Bumble Bee Selection Of Mimulus Guttatus Flowers: The Effects Of Pollen Quality And Reward Depletion

Ecology, Dec, 1999 by Alastair W. Robertson, Claire Mountjoy, Brian E. Faulkner, Matthew V. Roberts, Mark R. Macnair

The effect of overall patch quality

To test whether bees would discriminate between patches of plants on the basis of their average pollen quality, two further outdoor plots were set up as follows. Plants were categorized as high- or low-pollen viability. One plot consisted of 14 plants of high-pollen viability and two of intermediate quality (high-viability plot), while the other contained 14 poor quality plants with the same two intermediate genotypes (low-viability plot). The plants were arranged in a 4 X 4 grid with the two intermediate plants occupying central positions along one diagonal of the grid. The two plots were 50 m apart.

Data were collected on the number of bees (Bombus spp. and Apis mellifera) that visited each plot and the numbers of flowers that the bees visited in the plot during 2 h of observation on each of 21 d spread throughout a 40-d period. Visits that were made to the intermediate-viability plants were recorded separately from visits to the other plants in the array. After 30 d, the positions of the two plots were swapped.
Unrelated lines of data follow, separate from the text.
// ── fit: circle, helix and line fits; the fitter registry
export { FIT_STATUS, type CircleFit, type CircleFitColumns, type FitStatus } from './fit/circleFit.js';
export { defineFitMethod, type FitMethodSpec, type TrackFitResult, type TrackHits } from './fit/defineFitMethod.js';
export { CIRCLE_FIT_DEFAULTS, fitCircle, fitCircles, type CircleFitOptions } from './fit/fitCircles.js';
export { fitHelices, fitHelix, type HelixFit, type HelixFitColumns, type SpaceHits } from './fit/fitHelices.js';
export { fitLine, type LineFit } from './fit/fitLine.js';
export { type CircleFitMethod, type FitContext, type FitMethod, type HelixFitMethod } from './fit/fitMethod.js';
export { BUILT_IN_FIT_METHODS, fitMethod, fitMethods, registerFitMethod } from './fit/fitMethods.js';
export { MATTER_FIT_DEFAULTS, MATTER_FIT_MIN_HITS, MATTER_FIT_MIN_PROBABILITY, MATTER_FIT_STATUS, STOP_CONSTRAINT_SPACINGS, fitTrackInMatter, fitTracksInMatter, type MatterBatchFitOptions, type MatterFitColumns, type MatterFitOptions, type MatterFitState, type MatterFitStatus, type MatterTrackColumnsHits, type MatterTrackFit, type MatterTrackHits } from './fit/matter/index.js';
export { GEOMETRIC_FIT_DEFAULTS, GEOMETRIC_METHOD, type GeometricFitOptions } from './fit/geometricCircle.js';
export { KASA_METHOD } from './fit/kasaCircle.js';
export { type PlaneHits } from './fit/preparePlaneHits.js';
export { TAUBIN_METHOD } from './fit/taubinCircle.js';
We tested for heterogeneity of visitation patterns before and after the swap using rank sum tests before pooling the results. Over the course of the period of observation, it became necessary to substitute plants that had begun to stop flowering with fresh ones from the greenhouse of approximately the same pollen viability, thus maintaining the difference between plots in overall plot pollen quality. Contrasts between plots were made each day of the average number of visits made by bees per hour and the average number of flowers visited by each bee.

RESULTS

Variability of pollen production

Pollen production in greenhouse-grown Mimulus guttatus was variable in both number and quality and varied significantly with genotype and with the time at which the measurements were made (Table 1). Approximately equal amounts of variability in number was accounted by these two factors and between them they explained [greater than]70% of the variance. In the month between measurements, average pollen production dropped by a third (from a mean of 35 300 grains to 22 800 per flower). The rate of decline was variable among plants (as shown by the interaction). However, at any one time, pollen production was consistent within plants. This meant that only a small number of flowers were needed to be sampled in order to accurately characterize the pollen production of a plant.

Eighty-five percent of the variance in the proportion of pollen that was viable occured among genotypes; over time genotypes remained very consistent in this proportion despite the reduction in pollen number that occurred between samples. In fact, genotypes that were grown on by clonal propagation maintained their phenotype for viable pollen ratio and could be reliably predicted to exhibit very similar ratios from one trial to the next (A. Robertson, unpublished data).

Nectar production

The anthrone carbohydrate assay confirmed that M. guttatus produces little nectar (enclosed flowers averaged 50 [micro]g of sucrose equivalents, while the standing crops of nectar in flowers on outdoor plots was 20 [micro]g). A flying bumble bee consumes between 0.27 and 0.54 calories per minute (depending on temperature) (Heinrich 1979) and would thus be required to visit three to seven flowers per minute to satisfy this requirement. Although we cannot rule out the possibility that nectar was an important goal of foragers, most bees were observed to be actively gathering pollen and would spend longer than this on flowers that contained fresh pollen. Thus, the primary motivation for visits appeared to be for pollen gathering.